**EXERCISE DESCRIPTION**
Repeat the records below exactly, beginning at the first line and finishing with the line that contains "boundComparisons, type ComparisonBounds".

■ ■ ■

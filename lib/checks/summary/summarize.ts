import type { Interval } from '../numbers/printed-interval'
import { boundOmnibus, type OmnibusBounds } from './bound-omnibus'
import { boundComparisons, type ComparisonBounds } from './bound-comparisons'
import { getMoments, type GroupMoments, type SummaryGroup } from './groups'
import { computeAnova, computeWelchAnova, type Anova, type WelchAnova } from './omnibus'
import { listPairs, testPooled, testWelch, type Pair, type TTest } from './pairs'
import { getBox } from './rounding-box'
import {
  adjustTests,
  getCriticalT,
  isFor,
  SUMMARY_PROCEDURES,
  type Setting,
  type SummaryProcedure,
} from './simultaneous'

/**
 * `control`: name of the group that all others are compared with; without it all pairs are compared. `alpha` in
 * (0, 1), default 0.05: the level that p-values are held against. `confidence` in (0, 1), default 1 − alpha: joint
 * confidence of the intervals. `procedures`: those wanted, default all that fit; fewer are faster.
 */
export type SummaryOptions = {
  control?: string
  alpha?: number
  confidence?: number
  procedures?: readonly SummaryProcedure[]
}

/** `interval`: simultaneous confidence limits of the difference, null for Holm. `p` is null, with `interval`, where Welch's test is. */
export type AdjustedComparison = {
  procedure: SummaryProcedure
  p: number | null
  significant: boolean | null
  interval: Interval | null
}

/** `difference`: the second's mean less the first's. `bounds`: over the rounding of the print, null without decimals. */
export type SummaryComparison = {
  first: string
  second: string
  difference: number
  pooled: TTest
  welch: TTest | null
  adjusted: AdjustedComparison[]
  bounds: ComparisonBounds | null
}

/** `welch` is null where a standard deviation is 0; `bounds` is null where no number carries its decimals. */
export type Summary = {
  groups: GroupMoments[]
  control: string | null
  alpha: number
  confidence: number
  anova: Anova
  welch: WelchAnova | null
  bounds: OmnibusBounds | null
  comparisons: SummaryComparison[]
}

/**
 * Everything that follows from the printed sizes, means and standard deviations (or errors) of two or more groups:
 * the analysis of variance, Welch's, and all pairwise comparisons (or those with a control) with their raw and adjusted
 * p-values and simultaneous confidence limits. Where numbers carry their decimals, also what each statistic and
 * p-value can be within their rounding.
 * Assumes independent groups of normal observations; one variance except for Welch's tests and Games–Howell.
 * Relative accuracy 1e-10 for statistics, 1e-9 for p-values, 1e-8 for Tukey, Games–Howell and Dunnett.
 * Throws RangeError as `getMoments` does, for an unknown control, and for alpha or confidence outside (0, 1).
 */
export function summarize(groups: readonly SummaryGroup[], options: SummaryOptions = {}): Summary {
  const { alpha = 0.05, confidence = 1 - alpha, control = null } = options
  if (!(alpha > 0 && alpha < 1)) throw new RangeError(`alpha lies between 0 and 1, not at ${alpha}`)
  if (!(confidence > 0 && confidence < 1)) {
    throw new RangeError(`the confidence lies between 0 and 1, not at ${confidence}`)
  }
  const moments = getMoments(groups)
  const pairs = listPairs(moments, control)
  const anova = computeAnova(moments)
  const setting = { groups: moments.length, df: anova.within.df, m: pairs.length, sizes: listSizes(pairs) }
  const wanted = SUMMARY_PROCEDURES.filter(
    (each) => isFor(each, control !== null) && (options.procedures ?? SUMMARY_PROCEDURES).includes(each),
  )

  const tests = pairs.map((pair) => ({
    pair,
    pooled: testPooled(pair, anova.within.ms, anova.within.df),
    welch: testWelch(pair),
  }))
  const columns = wanted.map((procedure) => adjustBy(procedure, tests, confidence, alpha, setting))
  const box = getBox(groups)
  const bounds = box && boundComparisons(box, pairs, wanted, setting)
  return {
    groups: moments,
    control,
    alpha,
    confidence,
    anova,
    welch: computeWelchAnova(moments),
    bounds: box && boundOmnibus(box),
    comparisons: tests.map(({ pair, pooled, welch }, i) => ({
      first: pair.first.group,
      second: pair.second.group,
      difference: pair.second.mean - pair.first.mean,
      pooled,
      welch,
      adjusted: columns.flatMap((column) => column[i] ?? []),
      bounds: bounds?.[i] ?? null,
    })),
  }
}

/** The first group's size before those of the others: the order that Dunnett takes where it is the control. */
const listSizes = (pairs: readonly Pair[]) =>
  pairs.flatMap(({ first, second }, i) => (i === 0 ? [first.n, second.n] : [second.n]))

type Tested = { pair: Pair; pooled: TTest; welch: TTest | null }

function adjustBy(
  procedure: SummaryProcedure,
  tests: readonly Tested[],
  confidence: number,
  alpha: number,
  setting: Setting,
): AdjustedComparison[] {
  const byWelch = procedure === 'games-howell'
  const used = tests.map(({ pooled, welch }) => (byWelch ? welch : pooled))
  const shared = byWelch ? null : getCriticalT(procedure, confidence, setting.df, setting)
  return adjustTests(procedure, used, setting).map((p, i) => {
    const [test, each] = [used[i], tests[i]]
    if (p === null || !test || !each) return { procedure, p: null, significant: null, interval: null }
    const critical = byWelch ? getCriticalT(procedure, confidence, test.df, setting) : shared
    const interval = critical === null ? null : getLimits(each.pair, critical * test.se)
    return { procedure, p, significant: p <= alpha, interval }
  })
}

function getLimits({ first, second }: Pair, half: number): Interval {
  const difference = second.mean - first.mean
  return { low: difference - half, high: difference + half }
}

■ ■ ■

**OUTPUT OF THE TASK**
filename lib/checks/summary/summarize.ts
import type { Interval } from '../numbers/printed-interval'
import { boundOmnibus, type OmnibusBounds } from './bound-omnibus'
import { boundComparisons, type ComparisonBounds } from './bound-comparisons'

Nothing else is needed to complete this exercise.